SQL Server integration services is a powerful data integration and workflow platform provided by Microsoft. It can be used to automate data extraction, transformation, and other ETL processes. You can use SSIS to export data from various data sources like flat files, database servers, spreadsheets, etc. Due to these capabilities, SQL Server integration services are widely used in building data warehousing, business intelligence, and database migration tasks.
The SSIS also supports data conversion, which helps maintain compatibility across various data sources. Data conversion transformation is an essential component to handle the mismatched data type between source and destination during the ETL (Extract, Transform, and Load) process, especially when you are transferring data from heterogeneous sources.
For example, you are exporting the data from the flat file source, which has the birthdate column stored as a string, and we want to export it to the SQL Server table with the same column, but the datatype is going to be DT_DATE. In such cases, we can use the SSIS data conversion transformation.
Table of contents
- What are data conversation tasks in SSIS
- How to perform Data Conversion tasks in SSIS
- Streamline data conversion with Devart SSIS components
- Conclusion
What are data conversation tasks in SSIS
The data conversion task is crucial in any ETL process, especially when importing or processing data from heterogeneous sources with varying data types. While loading data from source to destination, the data conversion converts the datatype of the source to ensure the compatibility of the data between source and destination.

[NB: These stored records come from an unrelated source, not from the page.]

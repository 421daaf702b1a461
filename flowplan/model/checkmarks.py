"""Rules for alignments from mark sites: the marks fix the model, and stand where marks can stand."""

import math
from collections.abc import Iterator

from flowplan.errors import Diagnostic, Path
from flowplan.model.flow import Flow
from flowplan.model.geometry import field_size, usable_radius
from flowplan.model.marksites import CLOSEST, FEWEST, MarkSites, Place, RingSites, mixed_up

#: A mark this far outside still counts as on the rim [mm].
_TOUCH = 1e-9
_GEOMETRY_EXAMPLE = {"field": "field: {x: 15 mm, y: 15 mm}", "wafer": "wafer: {diameter: 150 mm}"}


def marks_fix_their_model(flow: Flow) -> Iterator[Diagnostic]:
    """Yield what the marks of an alignment cannot tell."""
    for path, sites in flow.site_alignments():
        places = sites.places(flow.unit)
        apart = max(math.dist(places[0], place) for place in places)
        if sites.shapes and sites.count > 1 and 0 < apart < CLOSEST:
            message = f"all marks lie within {apart:.2g} mm of each other, closer than a mark is wide"
            hint = f"a bare length is in {flow.unit}; write for example 60 mm"
            yield Diagnostic("FP407", message, hint, (*path, "sites"))
            continue
        missing = list(mixed_up(sites.parameters, places))
        if missing:
            yield _not_fixed(sites, missing, path)


def _not_fixed(sites: MarkSites, missing: list[tuple[str, ...]], path: Path) -> Diagnostic:
    alone = [name for name, *others in missing if not others]
    told = [f"fix {_listed(alone)}"] if alone else []
    told += [f"tell {name} from {_listed(others)}" for name, *others in missing if others]
    marks = "1 mark" if sites.count == 1 else f"{sites.count} marks"
    where = "" if sites.count < FEWEST[sites.model] else " at these sites"
    needs = f"{FEWEST[sites.model]} marks" + (" that are not on one line" * (sites.model == "linear"))
    hint = f"`model: {sites.model}` needs at least {needs}; add marks or fit less"
    return Diagnostic("FP407", f"{marks}{where} cannot {', nor '.join(told)}", hint, (*path, "sites"))


def _listed(words: list[str]) -> str:
    return " and ".join(filter(None, (", ".join(words[:-1]), words[-1])))


def marks_have_room(flow: Flow) -> Iterator[Diagnostic]:
    """Yield marks off the usable wafer or field, and fits that need a geometry not given."""
    for path, sites in flow.site_alignments():
        if sites.shapes:
            for need in ("field", "wafer") if sites.over == "wafer" else ("field",):
                if getattr(flow, need) is None:
                    message = f"a {sites.model} alignment over the {sites.over} needs the {need}'s size"
                    yield Diagnostic("FP403", message, f"add `{_GEOMETRY_EXAMPLE[need]}`", (*path, "model"))
        outside = [i for i, place in enumerate(sites.places(flow.unit)) if not _inside(flow, sites, place)]
        if isinstance(sites.sites, RingSites):
            outside, step = outside[:1], ("sites", "ring", "radius")
            yield from (_off(flow, sites, (*path, *step)) for _ in outside)
        else:
            yield from (_off(flow, sites, (*path, "sites", i)) for i in outside)


def _inside(flow: Flow, sites: MarkSites, place: Place) -> bool:
    if sites.over == "wafer":
        radius = usable_radius(flow)
        return radius is None or math.hypot(*place) <= radius + _TOUCH
    width, height = field_size(flow)
    room = (width / 2 + _TOUCH, height / 2 + _TOUCH)
    return flow.field is None or all(abs(v) <= r for v, r in zip(place, room, strict=True))


def _off(flow: Flow, sites: MarkSites, path: Path) -> Diagnostic:
    if sites.over == "wafer":
        hint = f"its radius is {usable_radius(flow) or 0:.6g} mm; a bare length is in {flow.unit}"
        return Diagnostic("FP406", "a mark lies off the usable wafer", hint, path)
    width, height = field_size(flow)
    hint = f"it reaches ±{width / 2:.6g} mm in x and ±{height / 2:.6g} mm in y"
    return Diagnostic("FP406", "a mark lies off the field", hint, path)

Here are some reasons why data conversion is important:
- Different data sources have varying data types like VARCHAR in SQL Server and String data type in a flat file, so to maintain the data source compatibility between source and destination, we require data conversion transformation.
- Data conversion is needed to maintain the data quality and standardization. For example, we can use it to convert the date to a standard format.
- Sometimes, it is necessary to avoid runtime errors caused by incompatible data types during data transformation.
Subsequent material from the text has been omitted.